Members of the Cornell University Council (CUC) had the opportunity to join students in the classroom on October 27, the first day of the 66th Trustee-Council Annual Meeting (TCAM).

Seventeen courses were offered; in lecture halls across campus, more than 200 council members had front-row seats to intellectual discussions. In the College of Arts and Sciences, David Mankin, associate professor of classics, gave a lecture in his Greek Mythology class about the characteristics of heroes in Hesiod’s Homeric Hymn to Aphrodite.

“Zeus is the god with a plan,” he said. “Zeus always has a plan.”

In the College of Engineering, Park Doing ’88, MEng ’93, MA ’00, PhD ’03, lecturer in the Department of Electrical and Computer Engineering, showed YouTube clips of the Beach Boys to introduce ethical issues related to self-driving vehicles. American car culture after WWII, he pointed out, represented the values of autonomy, freedom, and individuality.

“How would these things be affected by the car driving?” he said. “What kinds of complications do you encounter when you allocate responsibility to autonomous systems?”

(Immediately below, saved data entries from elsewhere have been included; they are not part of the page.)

/// A fresh erased image of `region_len` bytes holding `blob_bytes` as its one committed
/// checkpoint (sequence 1, slot A).
///
/// # Errors
/// [`ImageError::RegionTooLarge`] past [`crate::limits::FLASH_BYTES`];
/// [`ImageError::ImageSize`] if `region_len` is not a whole number of erase sectors; as
/// [`append`] otherwise. The image is built in one buffer of `region_len` bytes.
pub fn write_image(
    blob_bytes: &[u8],
    geometry: Geometry,
    region_len: u32,
) -> Result<Vec<u8>, ImageError> {
    checked_kind(blob_bytes)?;
    unit_class(geometry)?;
    let limit = crate::limits::FLASH_BYTES;
    if u64::from(region_len) > limit {
        return Err(ImageError::RegionTooLarge {
            len: region_len.into(),
            limit,
        });
    }
    if !region_len.is_multiple_of(geometry.erase) {
        return Err(ImageError::ImageSize {
            len: region_len as usize,
            erase: geometry.erase,
        });
    }
    commit(vec![0xFF; region_len as usize], geometry, blob_bytes, true).map(|(_, image)| image)
}

fn in_file(path: &Path) -> impl Fn(ImageError) -> CheckpointError + '_ {
    move |problem| CheckpointError::Image {
        file: path.display().to_string(),
        problem,
    }
}

fn io_error(path: &Path) -> impl Fn(std::io::Error) -> CheckpointError + '_ {
    move |source| CheckpointError::Io {
        file: path.display().to_string(),
        source,
    }
}

/// Reads an image or a blob: at most [`crate::limits::FLASH_BYTES`].
fn read(path: &Path) -> Result<Vec<u8>, CheckpointError> {
    hone_report::fsutil::read_limited(path, crate::limits::FLASH_BYTES, "checkpoint image or blob")
        .map_err(io_error(path))
}

/// [`read_latest`] on an image file.
///
/// # Errors
/// [`CheckpointError::Io`] if the file cannot be read; [`CheckpointError::Image`] naming the
/// file otherwise.
pub fn read_latest_file(
    path: &Path,
    geometry: Geometry,
) -> Result<(CheckpointInfo, Vec<u8>), CheckpointError> {
    read_latest(&read(path)?, geometry).map_err(in_file_or_setting(path, geometry))
}

/// Commits the blob in `blob_file` into the image file `image` and writes the new image to
/// `out` atomically (`out` may be `image` itself, to update it in place). An exclusive lock
/// on `image` is held for the whole read-modify-write, so concurrent commits into one image
/// happen one after the other and none is lost. `start_over` as for [`append_owned`].
///
/// # Errors
/// [`CheckpointError::Io`] if a file cannot be read, locked or written;
/// [`CheckpointError::Image`] naming the blob file for a blob problem and the image file for
/// the rest.
pub fn commit_file(
    image: &Path,
    geometry: Geometry,
    blob_file: &Path,
    out: &Path,
    start_over: bool,
) -> Result<(CheckpointInfo, u64), CheckpointError> {
    let b = read(blob_file)?;
    let mut lock = hone_report::fsutil::lock_file(image).map_err(io_error(image))?;
    let img = hone_report::fsutil::read_limited_from(
        lock.file(),
        crate::limits::FLASH_BYTES,
        "checkpoint image",
    )
    .map_err(io_error(image))?;
    let (info, new_image) = append_owned(img, geometry, &b, start_over).map_err(|e| match e {
        ImageError::BlobRejected { .. } | ImageError::TooLarge { .. } => in_file(blob_file)(e),
        other => in_file_or_setting(image, geometry)(other),
    })?;
    hone_report::fsutil::write_atomic(out, &new_image).map_err(io_error(out))?;
    drop(lock);
    Ok((info, new_image.len() as u64))
}

/// [`write_image`] with the blob read from a file.
///
/// # Errors
/// [`CheckpointError::Io`] if the file cannot be read; [`CheckpointError::Setting`] naming
/// `--erase`, `--write` or `--read` for a geometry the host does not support, and `--region`
/// for a region that is not whole sectors, is too small for the store's two slots, or too
/// small for this blob; [`CheckpointError::Image`] naming the blob file for a blob that does
/// not validate.
pub fn write_image_file(
    blob_file: &Path,
    geometry: Geometry,
    region_len: u32,
) -> Result<Vec<u8>, CheckpointError> {
    let region = |problem| CheckpointError::Setting {
        option: "--region",
        problem,
    };
    write_image(&read(blob_file)?, geometry, region_len).map_err(|e| match e {
        ImageError::ImageSize { .. }
        | ImageError::TooLarge { .. }
        | ImageError::RegionTooLarge { .. }
        | ImageError::Store(
            StoreError::RegionTooSmall
            | StoreError::RegionMisaligned
            | StoreError::RegionOutOfBounds,
        ) => region(e),
        other => in_file_or_setting(blob_file, geometry)(other),
    })
}

#[cfg(test)]
mod tests;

One of the goals of TCAM weekend, said Raj Chandnani ’95, council member and chair of the TCAM planning committee, is to inform and inspire alumni leaders about what’s going on at Cornell.

“When I come back to campus, I always try to go to at least one class,” he said. As a student, he liked the feeling of “integrating into the fabric of the university.” However, as a council member returning for TCAM weekends, he often felt isolated from the intellectual life of the campus, attending meetings while students scurried to class.

This year, to better integrate council members and trustees into the fabric of the university, Chadnani said that he and other planners coordinated TCAM events closely with the class schedule, and council members had the opportunity to attend an afternoon class.

The classroom experience increased council members’ contact with academic life and honored the vision of late President Elizabeth Garrett, said Catherine Holmes MS ’85, associate director of volunteer programs in the Division of Alumni Affairs and Development (AAD).

“In her inaugural address, she stressed a commitment to faculty, students, and Cornell’s dual footprint in Ithaca and New York,” said Holmes. “The classroom experience highlights faculty.”

The 17 participating faculty members were gracious, said Holmes, welcoming the council members in their planned lectures, discussions, and activities. Two professors even gave their alumni students homework.

“CUC members value learning and want to participate in it in a real, not fabricated way,” said Laura Denbow, senior director of volunteer programs in AAD. “They want to see firsthand how students and faculty interact. They want to better understand what it feels like to be a current student at Cornell and how it’s the same or different from their experience.”

Council member Renee Gossett ’80, DVM ’86 said the classroom experience has not changed much since she was a student. She attended America’s Promise: Social and Political Context of American Education, taught in the College of Agriculture and Life Sciences, because her daughter, a junior, was in the class.

“This was much more interactive than I remember,” said government major Jay Silpe ’94, after sitting in on Constitutional Law and US Politics taught by Joseph Margulies ’82, professor of law and government at the Cornell Law School.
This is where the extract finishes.